Copy, from the data below, each line that has the word "false".

Collected data entries:
* * *
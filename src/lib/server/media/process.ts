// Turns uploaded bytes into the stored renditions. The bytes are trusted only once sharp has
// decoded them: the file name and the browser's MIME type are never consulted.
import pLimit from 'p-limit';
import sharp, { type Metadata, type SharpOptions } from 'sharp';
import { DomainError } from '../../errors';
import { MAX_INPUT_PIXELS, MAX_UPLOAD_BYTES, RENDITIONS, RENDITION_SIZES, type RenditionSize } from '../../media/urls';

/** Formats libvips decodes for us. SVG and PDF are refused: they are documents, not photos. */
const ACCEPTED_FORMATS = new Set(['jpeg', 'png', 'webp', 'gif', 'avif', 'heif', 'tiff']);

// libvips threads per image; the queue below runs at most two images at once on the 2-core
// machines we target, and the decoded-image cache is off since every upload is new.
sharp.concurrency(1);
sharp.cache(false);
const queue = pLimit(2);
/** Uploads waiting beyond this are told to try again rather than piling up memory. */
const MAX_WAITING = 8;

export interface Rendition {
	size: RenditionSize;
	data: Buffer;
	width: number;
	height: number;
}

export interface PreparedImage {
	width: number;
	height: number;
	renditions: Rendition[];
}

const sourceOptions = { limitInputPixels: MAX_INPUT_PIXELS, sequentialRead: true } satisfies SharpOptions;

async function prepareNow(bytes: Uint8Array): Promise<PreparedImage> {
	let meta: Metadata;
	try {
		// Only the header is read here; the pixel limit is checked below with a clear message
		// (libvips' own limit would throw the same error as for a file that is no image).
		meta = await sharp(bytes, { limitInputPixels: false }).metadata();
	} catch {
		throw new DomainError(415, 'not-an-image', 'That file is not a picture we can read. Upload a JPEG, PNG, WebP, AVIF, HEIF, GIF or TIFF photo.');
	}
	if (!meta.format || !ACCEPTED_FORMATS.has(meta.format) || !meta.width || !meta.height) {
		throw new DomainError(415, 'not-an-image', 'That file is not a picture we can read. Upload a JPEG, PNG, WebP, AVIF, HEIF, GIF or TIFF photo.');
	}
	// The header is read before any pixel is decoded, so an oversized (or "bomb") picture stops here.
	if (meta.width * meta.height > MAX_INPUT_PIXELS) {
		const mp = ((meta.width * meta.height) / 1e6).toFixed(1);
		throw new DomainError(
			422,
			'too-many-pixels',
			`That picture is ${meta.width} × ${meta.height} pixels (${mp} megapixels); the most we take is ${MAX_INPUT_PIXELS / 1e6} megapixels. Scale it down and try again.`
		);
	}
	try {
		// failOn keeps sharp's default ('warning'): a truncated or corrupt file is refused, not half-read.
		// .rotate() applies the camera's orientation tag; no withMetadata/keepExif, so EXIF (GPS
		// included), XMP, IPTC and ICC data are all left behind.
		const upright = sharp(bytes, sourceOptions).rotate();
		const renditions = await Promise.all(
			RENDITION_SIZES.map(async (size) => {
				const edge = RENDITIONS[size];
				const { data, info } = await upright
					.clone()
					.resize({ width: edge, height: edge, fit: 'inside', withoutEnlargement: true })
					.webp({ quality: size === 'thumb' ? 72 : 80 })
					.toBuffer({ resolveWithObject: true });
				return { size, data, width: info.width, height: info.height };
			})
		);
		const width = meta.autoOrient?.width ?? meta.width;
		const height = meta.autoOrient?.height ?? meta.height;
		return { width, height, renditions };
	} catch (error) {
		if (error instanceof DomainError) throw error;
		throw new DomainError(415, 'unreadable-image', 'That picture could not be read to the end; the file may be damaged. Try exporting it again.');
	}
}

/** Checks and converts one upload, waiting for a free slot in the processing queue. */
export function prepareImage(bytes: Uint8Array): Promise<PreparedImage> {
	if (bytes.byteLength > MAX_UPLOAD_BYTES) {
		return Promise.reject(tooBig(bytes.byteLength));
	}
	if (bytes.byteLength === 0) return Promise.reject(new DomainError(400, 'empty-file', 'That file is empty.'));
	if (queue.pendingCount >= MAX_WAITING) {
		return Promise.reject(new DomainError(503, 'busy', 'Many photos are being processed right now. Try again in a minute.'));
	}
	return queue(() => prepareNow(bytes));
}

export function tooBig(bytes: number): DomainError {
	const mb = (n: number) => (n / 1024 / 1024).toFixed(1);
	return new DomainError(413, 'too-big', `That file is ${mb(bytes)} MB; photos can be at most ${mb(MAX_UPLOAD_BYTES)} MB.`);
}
* * *
Exercise result:
sharp.cache(false);
		meta = await sharp(bytes, { limitInputPixels: false }).metadata();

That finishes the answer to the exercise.